To please God . . . to be a real ingredient in the divine happiness . . . to be loved by God, not merely pitied, but delighted in as an artist delights in his work or a father in a son — it seems impossible, a weight or burden of glory which our thoughts can hardly sustain. But so it is. (39)
All my efforts to please peers, all my ill-advised romantic endeavors, all my striving for glory in school and sports, all my prideful posturing to make a name for myself — all were doomed attempts to meet this desire for divine approval. The “well done” can come only from the One I was made to please.
Longing for Home
But there is a second aspect of this desire, harder to describe. It might be called a longing for the place we were made for. In Surprised by Joy, Lewis captures this peculiar pining with the German word Sehnsucht — a longing for the home we’ve never yet seen — and calls it the central theme of his life.
For Lewis, Sehnsucht is not merely a desire for heaven or the new earth. It is a desire for Home, a desire to be welcomed into the heart of things. He illustrates this desire and its fulfillment in The Last Battle with Aslan’s summons, “Come further up and further in” (The Chronicles of Narnia, 758).
Right now, we feel cut off, left outside, lost in the foothills. We live in the shadowlands. Yet sometimes, the door into the heart of things cracks open or a curtain flutters, and we catch a glimpse of light and dance and bliss bigger than our whole world. Sometimes, Nature calls to us with her fitful beauty, and we yearn “to be united with the beauty we see, to pass into it, to receive it into ourselves, to bathe in it, to become part of it” (The Weight of Glory, 42).

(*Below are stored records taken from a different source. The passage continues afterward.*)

/**
 * A fit through a run's schedule (`run` on a fit cell): the simulate cell's model (its laws,
 * span and whole schedule, `run-model.ts`), the parameters of it that may be estimated, and
 * the data's times checked against the run's clock. `fit.ts` calls these in place of its
 * laws-only model.
 */
import type { FitCell } from '../study/types.ts';
import type { Binding, DataTable, RunContext, RunModel } from '../engine/node.ts';
import { cellRef } from '../engine/node.ts';
import { type Quantity, describe } from '../units/quantity.ts';
import { TIME } from '../units/dimension.ts';
import { fail } from './fields.ts';

/** The model of the simulate cell the fit names in `run`; a message on `run` when it names another kind of cell. */
export function runModelOf(cell: FitCell, at: string, ctx: RunContext): RunModel {
  const b = ctx.binding(cellRef(cell.run!));
  if (b?.kind !== 'model') fail(`${at}.run`, `cell "${cell.run}" is not a simulate cell: a fit goes through a run (a simulate cell)`);
  return (b as Extract<Binding, { kind: 'model' }>).model;
}

/**
 * The quantity of a parameter the fit estimates through the run: one the run's laws or events
 * read directly. Refused, on `path`, when the run does not read it, or when the run reads a
 * name computed from it (that name would keep its value while the estimate moves).
 */
export function runParameter(model: RunModel, run: string, name: string, path: string, ctx: RunContext): Quantity {
  const q = model.values.get(name);
  const via = model.reads.find((n) => n !== name && ctx.upstream(n).has(name));
  if (via) {
    fail(path, `the run "${run}" reads "${via}", which is computed from "${name}": "${via}" would keep its value while "${name}" is estimated. Estimate "${via}", or write the run's laws and events with "${name}" itself`);
  }
  if (!q) fail(path, `the run "${run}" does not read "${name}" (its laws and events read: ${model.reads.join(', ') || 'no parameters'})`);
  return q;
}

/**
 * A note when data rows lie at the very time of a jump of the run (a dose): the run's value
 * there is the one after it, as its questions read it. Read after a run or curve of `model`.
 */
export function jumpTimeNote(model: RunModel, run: string, table: DataTable, ti: number): string | undefined {
  const jumps = model.jumps();
  const rows = table.rows.flatMap((row, r) => {
    const t = row[ti];
    return t !== null && jumps.some((j) => Math.abs(t - j) <= 1e-9 * Math.max(1, Math.abs(j))) ? [r + 1] : [];
  });
  if (rows.length === 0) return undefined;
  const many = rows.length > 1;
  return `row${many ? 's' : ''} ${rows.join(', ')} ${many ? 'are' : 'is'} at the very time of a dose in the run "${run}", so ${many ? 'they are' : 'it is'} fitted to the level just after that dose; a level drawn just before a dose (a trough) must be written a moment earlier`;
}

/**
 * Checks that every time in the data's time column lies within the run's span (the data's
 * times are on the run's clock); a message on `time` naming the first row outside.
 */
export function checkTimesInRun(model: RunModel, run: string, table: DataTable, ti: number, at: string): void {
  const unit = table.columns[ti].unit;
  const shown = (si: number) => describe({ si, dim: TIME, unit });
  const span = (): string => `${describe({ si: model.from, dim: TIME, unit: model.timeUnit })} to ${describe({ si: model.to, dim: TIME, unit: model.timeUnit })}`;
  table.rows.forEach((row, r) => {
    const t = row[ti];
    if (t === null) return;
    if (t < model.from || t > model.to) {
      fail(`${at}.time`, `row ${r + 1} is at ${shown(t)}, outside the run "${run}" (${span()}): the data's times are times on the run's clock`);
    }
  });
}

As with Lewis, books awakened Sehnsucht in me. In the best stories, I had, for a fleeting moment, a sense of getting in — “the illusion of belonging to that world” (40). I could enter Middle-earth. I was welcomed in the halls of Hogwarts. I could hear the Narnian stars sing — but only for a moment. Like a glimpse of the blue flower on the eve of spring, these fantastic worlds conjured a desire they could never sate.
Lewis showed me that the good desire kindled in the pages of fantasy found a promised fulfillment in another book:
At present we are on the outside of the world, the wrong side of the door. . . . We cannot mingle with the splendours we see. But all the leaves of the New Testament are rustling with the rumour that it will not always be so. Some day, God willing, we shall get in. (43)
Have you ever felt this strange sense of sweet exile, aware of home yet far from it? We search for a Home and a Father. We long for Love himself to open the door we’ve been knocking on all our lives. We want in with the holy Other. The Great Dance is calling us.
One day, “the whole man is to drink joy from the fountain of joy” (44). One day, we will be welcomed in. One day, with divine approval, my Father will give me the white stone with my true name, my soul’s picture in a word. One day, I will see God. Lewis taught me that I long for this — and so do you. It is good to expose and fuel that ancient ache.